Мама (Севела) - страница 37

Янкель сочувственно вздохнул:

— А у меня там осталась мама. Я не знаю ничего о ее судьбе. Вы не могли бы мне помочь… советом?

— Мы пришли в ресторан не для того, чтобы давать советы, — нахмурился гость. — А вы, молодой человек, здесь не для того, чтобы их спрашивать. Ваше дело — обслуживать. Быстро и… молча.

Увидев проходящего хозяина ресторана, гость с побагровевшим лицом поманил его пальцем:

— Замените кельнера. Мы предпочитаем, чтоб нас обслуживал человек одного с нами, христианского, вероисповедания. А этого клоуна уберите. Меня раздражают побрякушки на его груди, которые он, не сомневаюсь, приобрел на блошином рынке.

Янкель, наливавший из графина воду в бокал, подошел с полным бокалом к господину с моноклем.

— Если вам трудно поверить, что еврей был на войне, — тяжело дыша произнес он, — то этот мой поступок, возможно, убедит вас.

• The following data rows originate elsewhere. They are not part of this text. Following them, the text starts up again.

import { vi } from 'vitest';
import { isRedirectError } from 'next/dist/client/components/redirect-error';
import { getURLFromRedirectError } from 'next/dist/client/components/redirect';
import { isHTTPAccessFallbackError, getAccessFallbackHTTPStatus } from 'next/dist/client/components/http-access-fallback/http-access-fallback';
import type { ActionState } from '@/server/actions/safe-action';

/**
 * The request a server action or server component sees, for integration tests: `next/headers`
 * (cookies(), headers()) and `next/cache` are replaced by an in-memory request that the test
 * controls. Import this module FIRST in a test file (before any server module).
 *
 *   asUser(token)            the cookie jar holds that session token
 *   asSignedOut()            no cookie
 *   setRequestHeaders({...}) e.g. { 'x-forwarded-for': '203.0.113.7', 'user-agent': 'test' }
 *   inRequest(token, fn)     fn runs as its own request (concurrent requests as different people)
 *   callAction(action, input) → { state } | { redirect } | { notFound: status }
 */
type StoredCookie = { name: string; value: string; [attribute: string]: unknown };

type RequestState = { cookies: Map<string, { name: string; value: string; [attribute: string]: unknown }>; headers: Headers; revalidated: string[] };

const shared = await vi.hoisted(async () => {
  // Hoisted above the imports, so the module is loaded here.
  const { AsyncLocalStorage } = await import('node:async_hooks');
  const global: RequestState = { cookies: new Map(), headers: new Headers({ 'user-agent': 'vitest integration' }), revalidated: [] };
  // Concurrent requests each get their own jar through inRequest(); everything else uses the global one.
  const scoped = new AsyncLocalStorage<RequestState>();
  return { global, scoped, current: (): RequestState => scoped.getStore() ?? global };
});
const request = {
  get cookies() {
    return shared.current().cookies;
  },
  get headers() {
    return shared.current().headers;
  },
  set headers(h: Headers) {
    shared.current().headers = h;
  },
  get revalidated() {
    return shared.current().revalidated;
  },
};

vi.mock('next/headers', () => {
  const request = { get cookies() { return shared.current().cookies; }, get headers() { return shared.current().headers; } };
  const store = {
    get: (name: string) => {
      const c = request.cookies.get(name);
      return c && c.value !== '' ? { name: c.name, value: c.value } : undefined;
    },
    getAll: (name?: string) => [...request.cookies.values()].filter((c) => c.value !== '' && (!name || c.name === name)).map((c) => ({ name: c.name, value: c.value })),
    has: (name: string) => Boolean(request.cookies.get(name)?.value),
    set: (nameOrCookie: string | { name: string; value: string }, value?: string, attributes?: Record<string, unknown>) => {
      const cookie = typeof nameOrCookie === 'string' ? { name: nameOrCookie, value: value ?? '', ...(attributes ?? {}) } : { ...nameOrCookie };
      request.cookies.set(cookie.name, cookie as { name: string; value: string });
      return store;
    },
    delete: (name: string) => {
      request.cookies.delete(name);
      return store;
    },
    toString: () => [...request.cookies.values()].map((c) => `${c.name}=${c.value}`).join('; '),
  };
  return {
    cookies: async () => store,
    headers: async () => request.headers,
    draftMode: async () => ({ isEnabled: false, enable() {}, disable() {} }),
  };
});

vi.mock('next/cache', () => ({
  revalidatePath: (path: string) => {
    shared.current().revalidated.push(path);
  },
  revalidateTag: (tag: string) => {
    shared.current().revalidated.push(`tag:${tag}`);
  },
  updateTag: (tag: string) => {
    shared.current().revalidated.push(`tag:${tag}`);
  },
  refresh: () => {},
  unstable_noStore: () => {},
  unstable_cache: <T extends (...args: never[]) => unknown>(fn: T) => fn,
}));

export const SESSION_COOKIE = 'fl_session';

export function asUser(sessionToken: string): void {
  request.cookies.clear();
  request.cookies.set(SESSION_COOKIE, { name: SESSION_COOKIE, value: sessionToken });
}

export function asSignedOut(): void {
  request.cookies.clear();
}

/**
 * Runs fn as its own request with its own cookie jar, so several requests can be in flight at
 * once (each as a different person): `await Promise.all([inRequest(a, () => …), inRequest(b, () => …)])`.
 */
export function inRequest<T>(sessionToken: string | null, fn: () => Promise<T>, headers: Record<string, string> = {}): Promise<T> {
  const state: RequestState = { cookies: new Map(), headers: new Headers({ 'user-agent': 'vitest integration', ...headers }), revalidated: [] };
  if (sessionToken) state.cookies.set(SESSION_COOKIE, { name: SESSION_COOKIE, value: sessionToken });
  return shared.scoped.run(state, fn);
}

export function setRequestHeaders(values: Record<string, string>): void {
  request.headers = new Headers({ 'user-agent': 'vitest integration', ...values });
}

/** The cookie as last written by the code under test (with its attributes), if any. */
export function writtenCookie(name = SESSION_COOKIE): StoredCookie | undefined {
  return request.cookies.get(name);
}

/** The session token the code under test left in the jar (after sign-in etc.). */
export function currentSessionToken(): string | null {
  const c = request.cookies.get(SESSION_COOKIE);
  return c && c.value ? c.value : null;
}

export function revalidatedPaths(): string[] {
  return [...request.revalidated];
}

export type ActionOutcome<T = unknown> = { state: ActionState<T>; redirect?: undefined; notFound?: undefined } | { redirect: string; state?: undefined; notFound?: undefined } | { notFound: number; state?: undefined; redirect?: undefined };

/** Runs an action (or a guard) the way Next would, turning redirect()/notFound() into values. */
export async function callAction<T>(action: (prev: ActionState<T> | null, input: FormData | Record<string, unknown>) => Promise<ActionState<T>>, input: FormData | Record<string, unknown> = {}): Promise<ActionOutcome<T>> {
  try {
    return { state: await action(null, input) };
  } catch (error) {
    const interrupted = interruption(error);
    if (interrupted) return interrupted;
    throw error;
  }
}

/** Runs page code (requireUser, requireRole…) and reports redirects and 404s as values. */
export async function callPage<T>(fn: () => Promise<T>): Promise<{ value: T } | { redirect: string } | { notFound: number }> {
  try {
    return { value: await fn() };
  } catch (error) {
    const interrupted = interruption(error);
    if (interrupted) return interrupted;
    throw error;
  }
}

function interruption(error: unknown): { redirect: string } | { notFound: number } | null {
  if (isRedirectError(error)) return { redirect: getURLFromRedirectError(error) };
  if (isHTTPAccessFallbackError(error)) return { notFound: getAccessFallbackHTTPStatus(error) };
  return null;
}

/** A Request for a route handler, with the test's cookie jar and headers. */
export function apiRequest(path: string, init: { method?: string; json?: unknown; headers?: Record<string, string> } = {}): Request {
  const headers = new Headers(request.headers);
  const cookie = [...request.cookies.values()].filter((c) => c.value).map((c) => `${c.name}=${c.value}`).join('; ');
  if (cookie) headers.set('cookie', cookie);
  if (init.json !== undefined) headers.set('content-type', 'application/json');
  for (const [k, v] of Object.entries(init.headers ?? {})) headers.set(k, v);
  return new Request(new URL(path, process.env.APP_URL ?? 'http://localhost:3100'), {
    method: init.method ?? 'GET',
    headers,
    body: init.json !== undefined ? JSON.stringify(init.json) : undefined,
  });
}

Левой рукой он вырвал монокль из-под его брови, правой плеснул содержимое бокала в багровое лицо.

Поставив бокал на место, Янкель в присутствии всех гостей снял с себя официантскую курточку и стал по одному отвинчивать с нее ордена и медали, приговаривая при этом:

— Вам повезло: я хоть и прошел четыре года войны, но бить людей так и не научился. Даже таких… свиноподобных.

— Жак! Вы уволены! — взвизгнул хозяин ресторана. Янкель обернулся к нему:

— А вам на прощанье я бы с наслаждением тоже плюнул в лицо, но… у меня от волнения пересохло во рту… Не взыщите.

Он швырнул хозяину кургузую лакейскую курточку.

Маленькое кафе, освещенное свечами.

Грязный оборванец дрожащей рукой поставил на стойку пустую рюмку. Кельнер в клеенчатом фартуке смерил его презрительным взглядом:

— Франк и пятнадцать сантимов.

Оборванец роется в карманах. По одной достает, нашарив, мелкие монеты и раскладывает на мокрой стойке. В очередной заход он достает из кармана пригоршню медалей и орденов и, высыпав их на стойку, роется среди них в поисках лишней монеты. У оборванца небритое, обросшее черной щетиной лицо. Не так легко узнать Янкеля.

Ночь. Вдоль улицы мигают разноцветные неоновые огни. Лишь изредка проедет автомобиль.

На тротуаре, на железных решетках метро, откуда идет снизу теплый воздух, в самых живописных позах расположились трое бродяг — парижские клошары, которым улица служит домом, а решетки метро — кроватью. На асфальте валяются пустые бутылки из-под вина. Один из клошаров — Янкель.

— Когда я был совсем маленьким, моя мама каждую ночь пела мне колыбельную песню.

— Врешь ты все! — рассмеялся улегшийся слева от него бородатый клошар.

— Ты столько говоришь о своей маме, что я уверен — у тебя ее никогда не было.